A woman having an orgasm is the hottest part of sex, I don’t give a shit if she brings a jackhammer to the party. Now of course as a true male, I’d prefer it be me having the orgasm. But the thing about a woman having an orgasm is we men like to think she’ll come back for another!
Paging Dr. Freud.
Who you callin’ a dickhead?
Yeah I was wondering if I was going to get an answer to my request for an update:)
We’re in the same position, her fingers are always welcome to join the party. Watching your partner cum is the biggest turn on and sure to send me over the edge.
He said it wasn’t the extra hotness, because I, being one of the majority who needs a little extra to get off, masturbate a lot in front of him. He said he could feel what I was doing and that got him off.

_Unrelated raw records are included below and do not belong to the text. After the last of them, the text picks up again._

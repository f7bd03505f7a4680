import { beforeAll, describe, expect, it } from "vitest";
import { and, eq } from "drizzle-orm";
import { GET as aircraftDetailRoute } from "@/app/api/clubs/[club]/aircraft/[aircraftId]/route";
import { listItems } from "@/db/queries/fleet";
import { aircraft, auditLog, inspectionItems } from "@/db/schema";
import { createAircraft } from "@/lib/actions/fleet/create-aircraft";
import { createInspectionItem } from "@/lib/actions/fleet/create-inspection-item";
import { recordCompletion } from "@/lib/actions/fleet/record-completion";
import { updateAircraft } from "@/lib/actions/fleet/update-aircraft";
import { updateInspectionItem } from "@/lib/actions/fleet/update-inspection-item";
import type { FlightLineEntry } from "@/lib/fleet/types";
import { EMPTY, clubBySlug, db, expectRedirect, form, signInAs } from "./helpers";
import { callRoute, seedFleetOnce } from "./fleet-helpers";

const CLUB = "aeroclub-silberau";
const FIELDS = {
  club: CLUB, registration: "d-0slc", make: "Larkspur", model: "L-2 Trainer", typeGroup: "Larkspur L-2", category: "Airplane", classRating: "Single-engine land",
  hourlyRate: "139.50", rateMeter: "hobbs", maintenanceMeter: "tach", currentHobbs: "812.4", currentTach: "690.2", usedForInstruction: "on",
};

async function detail(aircraftId: string) {
  const { status, body } = await callRoute(aircraftDetailRoute, `/api/clubs/${CLUB}/aircraft/${aircraftId}`, { club: CLUB, aircraftId });
  expect(status).toBe(200);
  return body as FlightLineEntry & { today: string };
}

describe("aircraft records and inspection completions", () => {
  let aircraftId = "";
  beforeAll(async () => {
    await seedFleetOnce();
  });

  it("only maintenance or an admin adds an aircraft; bad input is refused field by field", async () => {
    signInAs("silberau.pilot@hangarline.test");
    expect((await createAircraft(EMPTY, form(FIELDS))).ok).toBe(false);
    signInAs("silberau.technik@hangarline.test");
    const bad = await createAircraft(EMPTY, form({ ...FIELDS, registration: "not a mark!", hourlyRate: "lots", currentHobbs: "" }));
    expect(bad.ok).toBe(false);
    expect(bad.fieldErrors.registration?.[0]).toMatch(/letters, digits and dashes/);
    expect(bad.fieldErrors.hourlyRate?.[0]).toMatch(/amount/);
    expect(bad.fieldErrors.currentHobbs?.[0]).toMatch(/current Hobbs/);
  });

  it("a new aircraft gets the default items and says 'Status unknown' until completions are recorded", async () => {
    signInAs("silberau.technik@hangarline.test");
    const to = await expectRedirect(() => createAircraft(EMPTY, form(FIELDS)));
    aircraftId = to.split("/").at(-1)!;
    const row = db().select().from(aircraft).where(eq(aircraft.id, aircraftId)).get()!;
    expect(row).toMatchObject({ registration: "D-0SLC", hourlyRateMinor: 13950, currentTach: 690.2 });
    const club = clubBySlug(CLUB);
    expect(listItems(db(), club.id, aircraftId).map((i) => i.key)).toEqual(["annual", "100-hour", "elt", "elt-battery", "transponder", "altimeter-static", "vor-check", "oil-change"]);
    const d = await detail(aircraftId);
    expect(d.status).toBe("unknown");
    // VFR aircraft: the IFR-only tests do not apply and are not listed (14 CFR 91.411, 91.171)
    expect(d.due.map((x) => x.key)).not.toContain("vor-check");
    expect(d.reasons.map((r) => r.code)).toContain("no-completion");
  });

  it("an hours-based item needs the meter reading; a fixed-date item needs its expiry", async () => {
    signInAs("silberau.technik@hangarline.test");
    const items = listItems(db(), clubBySlug(CLUB).id, aircraftId);
    const hundred = items.find((i) => i.key === "100-hour")!;
    const state = await recordCompletion(EMPTY, form({ club: CLUB, itemId: hundred.id, doneOn: "2026-11-20", hours: "", mechanicName: "Jannik Oberwald", mechanicCertificate: "Part-66 X0-66-0000-0417" }));
    expect(state.fieldErrors.hours?.[0]).toMatch(/tach reading/);
    const battery = items.find((i) => i.key === "elt-battery")!;
    const noExpiry = await recordCompletion(EMPTY, form({ club: CLUB, itemId: battery.id, doneOn: "2026-11-20", mechanicName: "Jannik Oberwald", mechanicCertificate: "Part-66 X0-66-0000-0417" }));
    expect(noExpiry.fieldErrors.expiresOn?.[0]).toMatch(/expires/);
    const noMechanic = await recordCompletion(EMPTY, form({ club: CLUB, itemId: battery.id, doneOn: "2026-11-20", expiresOn: "2029-11-30", mechanicName: "", mechanicCertificate: "" }));
    expect(noMechanic.fieldErrors.mechanicName?.[0]).toMatch(/mechanic's name/);
    expect(noMechanic.fieldErrors.mechanicCertificate?.[0]).toMatch(/certificate number/);
  });

  it("recording every completion with mechanic and certificate makes it flyable, with the due list computed", async () => {
    signInAs("silberau.technik@hangarline.test");
    const d0 = await detail(aircraftId);
    const today = d0.today;
    const items = listItems(db(), clubBySlug(CLUB).id, aircraftId);
    const values: Record<string, Record<string, string>> = {
      annual: { hours: "680.0" },
      "100-hour": { hours: "680.0" },
      elt: {},
      "elt-battery": { expiresOn: "2029-11-30" },
      transponder: {},
      "oil-change": { hours: "685.0" },
    };
    for (const item of items.filter((i) => values[i.key])) {
      const s = await recordCompletion(EMPTY, form({ club: CLUB, itemId: item.id, doneOn: today, mechanicName: "Jannik Oberwald", mechanicCertificate: "Part-66 X0-66-0000-0417", ...values[item.key] }));
      expect(s.ok, `${item.key}: ${s.message}`).toBe(true);
    }
    const d = await detail(aircraftId);
    expect(d.status).toBe("flyable");
    // 100-hour done at 680.0 → due at 780.0 (14 CFR 91.409(b)); tach 690.2 → 89.8 h left (arithmetic)
    expect(d.due.find((x) => x.key === "100-hour")).toMatchObject({ dueHours: 780, hoursLeft: 89.8 });
    const audits = db().select().from(auditLog).where(eq(auditLog.action, "inspection.record")).all();
    expect(audits.length).toBeGreaterThanOrEqual(6);
  });

  it("a recurring directive added by maintenance weighs on the status until it is recorded; it can be retired, never deleted", async () => {
    signInAs("silberau.technik@hangarline.test");
    const noMonths = await createInspectionItem(EMPTY, form({ club: CLUB, aircraftId, name: "AD X0-0001 seat rail check", origin: "directive", ruleKind: "calendar-months", required: "on" }));
    expect(noMonths.fieldErrors.months?.[0]).toMatch(/calendar months/);
    const ok = await createInspectionItem(EMPTY, form({ club: CLUB, aircraftId, name: "AD X0-0001 seat rail check", origin: "directive", ruleKind: "calendar-months", months: "12", required: "on", source: "AD X0-0001 (invented)" }));
    expect(ok.ok).toBe(true);
    expect((await detail(aircraftId)).status).toBe("unknown");
    const item = db().select().from(inspectionItems).where(and(eq(inspectionItems.aircraftId, aircraftId), eq(inspectionItems.key, "ad-ad-x0-0001-seat-rail-check"))).get()!;
    const retired = await updateInspectionItem(EMPTY, form({ club: CLUB, itemId: item.id, retire: "on", note: "Superseded" }));
    expect(retired.ok).toBe(true);
    expect((await detail(aircraftId)).status).toBe("flyable");
    expect(db().select().from(inspectionItems).where(eq(inspectionItems.id, item.id)).get()!.retiredAt).toBeInstanceOf(Date);
    const annual = listItems(db(), clubBySlug(CLUB).id, aircraftId).find((i) => i.key === "annual")!;
    const refuse = await updateInspectionItem(EMPTY, form({ club: CLUB, itemId: annual.id, retire: "on" }));
    expect(refuse.fieldErrors.retire?.[0]).toMatch(/Regulation items stay/);
  });

  it("ELT use over one cumulative hour grounds it (14 CFR 91.207(c))", async () => {
    signInAs("silberau.technik@hangarline.test");
    const battery = listItems(db(), clubBySlug(CLUB).id, aircraftId).find((i) => i.key === "elt-battery")!;
    expect((await updateInspectionItem(EMPTY, form({ club: CLUB, itemId: battery.id, usageUsedHours: "1.2" }))).ok).toBe(true);
    const d = await detail(aircraftId);
    expect(d.status).toBe("grounded"); // more than 1 cumulative hour, 14 CFR 91.207(c)(1)
    expect((await updateInspectionItem(EMPTY, form({ club: CLUB, itemId: battery.id, usageUsedHours: "0.4" }))).ok).toBe(true);
    expect((await detail(aircraftId)).status).toBe("flyable");
  });

  it("an admin corrects the record; the audit log keeps before and after", async () => {
    signInAs("silberau.admin@hangarline.test");
    const state = await updateAircraft(EMPTY, form({ ...FIELDS, aircraftId, registration: "D-0SLC", hourlyRate: "145", currentHobbs: "812.4", currentTach: "690.2" }));
    expect(state.ok).toBe(true);
    const entry = db().select().from(auditLog).where(and(eq(auditLog.action, "aircraft.update"), eq(auditLog.subjectId, aircraftId))).get()!;
    expect(entry.before).toMatchObject({ hourlyRateMinor: 13950 });
    expect(entry.after).toMatchObject({ hourlyRateMinor: 14500 });
  });
});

As to the really belated update, I actually got stood up for that date (thanks to you guys I was not too upset by this) but I scheduled a new date later that night with a new guy I had been talking to from OKCupid. We met at a diner, talked all night, and then, um, did something else for a couple of hours. Yes, that’s right, I did it to him on the first date :o but it my defense it was a 7 hour date. And to be honest, he had gotten in my pants the moment he said he spoke Korean.
So, yeah, now I want to marry this guy. Seriously. I’ve never felt this way about anyone before. He’s head over heels too. Last week we were shopping and he just randomly said, “When we have little ones, I just want you to know I want to spend some time with them every day reading to them, or playing chess, or listening to classical music.” I, of course, said, “Duh. As long as we get some art time too.” Swoon.
since I was around 17-18 I always figured the whole entire point was to see how many times you could get her off, and if it gets her off then its fair game as far as I am concerned. whats that saying? The harder they cum the harder they fall? something like that.
Good for you! My girlfriend and I had a 23-hour first date, the last 12 or so of which were spent more or less in bed.
OP: Works for me. Its’ more a psychological thing than a physical one. See, with doggy it can be hard to tell how she’s doing because, well, her face is being pushed into a pillow and facial expressions are hard to read through the shoulder blades. But this gives a little confirmation that, Yep, she’s still into it. Which is always encouraging.
Scriptural you and him are one in flesh and his pleasure should come from the pleasuring of your body and yours from pleasuring his, and his body is yours and yours his. This depends on a scriptural form of love, if his desire is to pleasure you, instead of the form that corresponds to lust which would be his desire is to pleasure himself through you.
So if you were pleasuring yourself, and his desire is your pleasure I believe he will experience greater pleasure.
I am a man.
I decree this hot, and encourage it.
Oh lordy, no. :eek:
Deprive oneself of pleasure because of what one’s partner might think? Communication is the key. Talk about what you enjoy with your partner.
Look, buddy, I don’t know how you do it, but in my neck of the woods we don’t play like that.
I dunno. My girlfriend complained the last time I stuck it up her nose.
I’m kidding, of course. I don’t have a girlfriend.
Is anyone else a little afraid of what might be included in a raunchy post?
and the coffee comes out my nose!
Seriously though, broadly speaking, responsiveness from my partner is smokin’ hot
Dude, your nose isn’t for coffee, it’s for penis. You sick bastard.
This for sure.
This discussion reminded of something Dave Chapelle said (paraphrasing) “We just like to know the woman is participating. Shit. I’ll cum on the TV set if she asks me too.”
Not to be snarky, serious question.
Do you guys have sex with non-responsive women? Often? Is it the exception, or the rule?
Not very often. If they’re non-responsive we probably won’t having much more sex.
Well, the morgue ain’t what it used to be.